[Data records]
• • • • • • •

import { describe, expect, it } from 'vitest'
import { type Audition, createAudition, receive, render, takeUnused } from '../../../../app/audio/worklet/audition.ts'
import { GUARD_LIMIT, GUARD_OPEN } from '../../../../app/audio/worklet/guard.ts'
import { REPORT, SCOPE_FRAMES } from '../../../../app/audio/worklet/messages.ts'
import { renderSet } from '../../../../src/dsp/render.ts'
import { defaultSet } from '../../../../src/set/defaults.ts'
import { flatten } from '../../../../src/set/flat.ts'
import { withAt } from '../../../../src/set/path.ts'
import type { ParameterSet } from '../../../../src/set/types.ts'
import { LISTENER } from './listener.ts'

const FS = 48_000

const withFields = (fields: Readonly<Record<string, unknown>>): ParameterSet =>
  Object.entries(fields).reduce((set, [path, value]) => withAt(set, path, value), defaultSet())

const noise = (frames: number, peak = 0.25): Float32Array => {
  let seed = 11
  return Float32Array.from({ length: frames }, () => {
    seed = (Math.imul(seed, 1664525) + 1013904223) | 0
    return (peak * seed) / 2 ** 31
  })
}

const sampleOf = (channels: readonly Float32Array[], id = 1) =>
  ({ type: 'source', source: { type: 'sample', id, channels, circular: false, start: 0, end: channels[0]?.length ?? 0 } }) as const

/** Runs whole quanta and gathers the output; calls `each` after every quantum. */
function run(audition: Audition, seconds: number, { quantum = 128, input = [], each = () => {} }: RunOptions = {}) {
  const frames = Math.floor((seconds * FS) / quantum) * quantum
  const left = new Float32Array(frames)
  const right = new Float32Array(frames)
  for (let at = 0; at < frames; at += quantum) {
    const out = [new Float32Array(quantum), new Float32Array(quantum)] as const
    const due = render(audition, input, out, at)
    left.set(out[0], at)
    right.set(out[1], at)
    each(at, due)
  }
  return { left, right }
}

interface RunOptions {
  readonly quantum?: number
  readonly input?: readonly Float32Array[]
  readonly each?: (frame: number, due: boolean) => void
}

const peakOf = (samples: Float32Array) => samples.reduce((peak, x) => Math.max(peak, Math.abs(x)), 0)

describe('what is heard', () => {
  it('is what render gives for the same sound, to single precision', () => {
    const set = withFields({ 'loop.feedback': 0.4, 'loop.dampingHz': 4000 })
    const audition = createAudition(set, FS, LISTENER)
    // The fades from silence and into playing are taken out of the way, so that the sound begins with its first frame.
    const sound = noise(FS)
    receive(audition, sampleOf([sound]))
    audition.player.fadeLeft = 0
    audition.listening.play.left = 0
    audition.listening.play.value = 1
    const { left, right } = run(audition, 0.9)
    const [wanted, wantedRight] = renderSet(set, [Float64Array.from(sound)]) as [Float64Array, Float64Array | undefined]
    // One rounding to single precision of values under 1.
    for (let n = 0; n < left.length; n++) {
      expect(Math.abs((left[n] as number) - (wanted[n] as number))).toBeLessThan(6e-8)
      expect(Math.abs((right[n] as number) - ((wantedRight ?? wanted)[n] as number))).toBeLessThan(6e-8)
    }
  })

  it.each([64, 256, 192, 1000])('does not depend on the quantum: %i frames give what 128 give', (quantum) => {
    const make = () => {
      const audition = createAudition(withFields({ 'loop.feedback': 0.5 }), FS, LISTENER)
      receive(audition, sampleOf([noise(20_000)]))
      return audition
    }
    const frames = Math.floor((FS * 0.5) / quantum) * quantum
    const expected = run(make(), 0.6).left.subarray(0, frames)
    expect(run(make(), 0.5, { quantum }).left.subarray(0, frames)).toEqual(expected)
  })

  it('starts silent and rises within 0.4 s of the first Play: no step above one sample of the fade', () => {
    const audition = createAudition(withFields({ 'mix.wet': 0, 'mix.dry': 1 }), FS, { ...LISTENER, playing: false })
    receive(audition, sampleOf([new Float32Array(FS).fill(0.5)]))
    expect(peakOf(run(audition, 0.1).left)).toBe(0)
    receive(audition, { type: 'settings', settings: LISTENER })
    const { left } = run(audition, 0.5)
    const steps = left.slice(1).map((x, n) => Math.abs(x - (left[n] as number)))
    expect(left[0]).toBeLessThan(1e-3)
    expect(peakOf(steps)).toBeLessThan(0.5 / (0.02 * FS))
    expect(left.at(-1)).toBeCloseTo(0.5, 6)
  })

  it('fades out within 40 ms of Pause, then stands: neither sweep nor sound moves on', () => {
    const audition = createAudition(defaultSet(), FS, LISTENER)
    receive(audition, sampleOf([noise(FS)]))
    run(audition, 0.5)
    receive(audition, { type: 'settings', settings: { ...LISTENER, playing: false } })
    const { left } = run(audition, 0.2)
    expect(peakOf(left.subarray(Math.round(0.045 * FS)))).toBe(0)
    const { frame } = audition.player.now
    run(audition, 0.2)
    expect(audition.player.now.frame).toBe(frame)
  })

  it('mutes within 20 ms and goes on underneath', () => {
    const audition = createAudition(defaultSet(), FS, LISTENER)
    receive(audition, sampleOf([noise(FS)]))
    run(audition, 0.5)
    receive(audition, { type: 'settings', settings: { ...LISTENER, muted: true } })
    const { left } = run(audition, 0.2)
    expect(peakOf(left.subarray(Math.round(0.021 * FS)))).toBe(0)
    expect(audition.meters.peaks[2]).toBeGreaterThan(0)
  })

  it('never exceeds +6 dB of the listening level nor full scale, whatever the effect gives', () => {
    const audition = createAudition(withFields({ 'mix.outputGainDb': 22, 'mix.wet': 0, 'mix.dry': 1 }), FS, { ...LISTENER, level: 0.1 })
    receive(audition, sampleOf([new Float32Array(FS).fill(0.25)]))
    // 0.25 at +22 dB is 3.15: under the guard's limit, over the cap.
    expect(peakOf(run(audition, 0.9).left)).toBeCloseTo(0.2, 6)
    receive(audition, { type: 'settings', settings: { ...LISTENER, level: 1 } })
    expect(peakOf(run(audition, 0.9).left)).toBe(1)
  })

  it('adds equal loudness to the effect, 12 dB at most', () => {
    const audition = createAudition(withFields({ 'mix.wet': 0, 'mix.dry': 0.1 }), FS, { ...LISTENER, equalDb: 6 })
    receive(audition, sampleOf([new Float32Array(FS).fill(0.5)]))
    expect(run(audition, 0.9).left.at(-1)).toBeCloseTo(0.05 * 10 ** (6 / 20), 6)
    receive(audition, { type: 'settings', settings: { ...LISTENER, equalDb: 40 } })
    expect(run(audition, 0.9).left.at(-1)).toBeCloseTo(0.05 * 10 ** (12 / 20), 6)
  })

  it('brings live input to equal loudness within 3 s: half the level is raised by 6 dB', () => {
    const audition = createAudition(withFields({ 'mix.wet': 0, 'mix.dry': 0.5 }), FS, { ...LISTENER, equalLive: true, inputOpen: true })
    receive(audition, { type: 'source', source: { type: 'input' } })
    const input = [Float32Array.from({ length: 128 }, (_, n) => 0.2 * Math.sin((2 * Math.PI * n) / 32))]
    run(audition, 4, { input })
    // Oracle: 20 log10 2 = 6.02 dB; the gain moves in steps of half a decibel at least.
    expect(Math.abs(audition.liveLoudness.gainDb - 20 * Math.log10(2))).toBeLessThan(0.5)
  })
})

describe('a loop that runs away', () => {
  const runaway = withFields({ 'line.baseMs': 10, 'sweep.depthMs': 2, 'loop.feedback': 1.3, 'loop.interpolation': 'linear' })

  it('is muted within 50 ms of passing the limit, says so, and sounds again once the set is safe', () => {
    const audition = createAudition(runaway, FS, LISTENER)
    receive(audition, sampleOf([noise(FS)]))
    const quantum = 128
    let passedAt = -1
    let silentAt = -1
    run(audition, 2, {
      quantum,
      each: (frame) => {
        if (passedAt < 0 && audition.guard.trips > 0) passedAt = frame
        if (passedAt >= 0 && silentAt < 0 && audition.guard.gain.value === 0) silentAt = frame + quantum
      },
    })
    expect(passedAt).toBeGreaterThan(0)
    expect((silentAt - passedAt) / FS).toBeLessThan(0.05)
    expect(audition.report[REPORT.guardState]).not.toBe(GUARD_OPEN)
    expect(audition.report[REPORT.guardPeak]).toBeGreaterThan(GUARD_LIMIT)

    receive(audition, { type: 'set', flat: flatten(withAt(runaway, 'loop.feedback', 0.3)) })
    expect(peakOf(run(audition, 3).left)).toBeGreaterThan(0.1)
    expect(audition.guard.state).toBe(GUARD_OPEN)
  })

  it('keeps everything heard at or under full scale and finite, set by set', () => {
    const audition = createAudition(runaway, FS, LISTENER)
    receive(audition, sampleOf([noise(FS)]))
    for (let g = -2; g <= 2; g += 0.5) {
      receive(audition, { type: 'set', flat: flatten(withAt(runaway, 'loop.feedback', g)) })
      const { left, right } = run(audition, 1)
      expect(left.every((x) => Math.abs(x) <= 1) && right.every((x) => Math.abs(x) <= 1)).toBe(true)
    }
  })
})

describe('messages', () => {
  it('the last set within a quantum wins, and a set of the wrong length is left alone', () => {
    const audition = createAudition(withFields({ 'mix.wet': 0, 'mix.dry': 1 }), FS, LISTENER)
    receive(audition, sampleOf([new Float32Array(FS).fill(0.5)]))
    receive(audition, { type: 'set', flat: flatten(withFields({ 'mix.wet': 0, 'mix.dry': 0.2 })) })
    receive(audition, { type: 'set', flat: flatten(withFields({ 'mix.wet': 0, 'mix.dry': 0.6 })) })
    receive(audition, { type: 'set', flat: new Float64Array(3) })
    expect(run(audition, 0.9).left.at(-1)).toBeCloseTo(0.3, 6)
  })

  it('gives back each sample memory once, when the next has taken over', () => {
    const audition = createAudition(defaultSet(), FS, LISTENER)
    receive(audition, sampleOf([noise(1000)], 1))
    receive(audition, sampleOf([noise(1000)], 2))
    receive(audition, sampleOf([noise(1000)], 3))
    expect(takeUnused(audition)?.id).toBe(1)
    run(audition, 0.1)
    expect(takeUnused(audition)?.id).toBe(2)
    expect(takeUnused(audition)).toBe(null)
  })

  it('a region of a memory that no longer plays changes nothing', () => {
    const audition = createAudition(defaultSet(), FS, LISTENER)
    receive(audition, sampleOf([noise(FS)], 2))
    receive(audition, { type: 'region', id: 1, start: 100, end: 200 })
    expect([audition.player.start, audition.player.end]).toEqual([0, FS])
    receive(audition, { type: 'region', id: 2, start: 100, end: 20_000 })
    expect([audition.player.start, audition.player.end]).toEqual([100, 20_000])
  })
})

describe('reports', () => {
  it('come every 32 ms while it runs, once more when it stops, and then no more', () => {
    const audition = createAudition(defaultSet(), FS, LISTENER)
    let reports = 0
    const count = (_frame: number, due: boolean) => {
      if (due) reports++
    }
    run(audition, 3.2, { each: count })
    expect(Math.abs(reports - 100)).toBeLessThanOrEqual(1)
    reports = 0
    receive(audition, { type: 'settings', settings: { ...LISTENER, playing: false } })
    run(audition, 1, { each: count })
    expect(reports).toBeLessThanOrEqual(3)
    expect(audition.report[REPORT.running]).toBe(0)
    expect(Array.from(audition.report.slice(REPORT.peaks, REPORT.peaks + 4))).toEqual([0, 0, 0, 0])
  })

  it('carry the sweep position of their frame and how it moves', () => {
    const set = withFields({ 'sweep.rateHz': 2, 'sweep.startPhase': 0.25 })
    const audition = createAudition(set, FS, LISTENER)
    run(audition, 0.6)
    const { report } = audition
    const wanted = 0.25 + ((report[REPORT.frame] as number) * 2) / FS
    expect(report[REPORT.position]).toBeCloseTo(wanted - Math.floor(wanted), 9)
    expect(report[REPORT.positionStep]).toBe(2 / FS)
    receive(audition, { type: 'settings', settings: { ...LISTENER, held: 0.75 } })
    run(audition, 0.2)
    expect([report[REPORT.position], report[REPORT.positionStep]]).toEqual([0.75, 0])
  })

  it('carry input and output of the same frames: a bare dry path shows the same window twice', () => {
    const audition = createAudition(withFields({ 'mix.wet': 0, 'mix.dry': 1 }), FS, LISTENER)
    receive(audition, sampleOf([noise(FS)]))
    run(audition, 0.3)
    const scopeIn = audition.report.slice(REPORT.scope, REPORT.scope + SCOPE_FRAMES)
    const scopeOut = audition.report.slice(REPORT.scope + SCOPE_FRAMES)
    expect(Math.max(...scopeIn)).toBeGreaterThan(0.1)
    expect(scopeOut).toEqual(scopeIn)
  })

  it('count output samples beyond full scale', () => {
    const audition = createAudition(withFields({ 'mix.wet': 0, 'mix.dry': 4 }), FS, LISTENER)
    receive(audition, sampleOf([new Float32Array(FS).fill(0.2)]))
    run(audition, 0.3)
    expect(audition.report[REPORT.overs]).toBe(0)
    receive(audition, sampleOf([new Float32Array(FS).fill(0.5)], 2))
    run(audition, 0.3)
    expect(audition.report[REPORT.overs]).toBeGreaterThan(0.2 * FS)
  })
})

• • • • • • •

**The task**
Repeat only the lines running from the line that contains "receive(audition, sampleOf([new Float32Array(FS).fill(0.5)], 2))" through the last line above, inclusive.

**Response to this task**
    receive(audition, sampleOf([new Float32Array(FS).fill(0.5)], 2))
    run(audition, 0.3)
    expect(audition.report[REPORT.overs]).toBeGreaterThan(0.2 * FS)
  })
})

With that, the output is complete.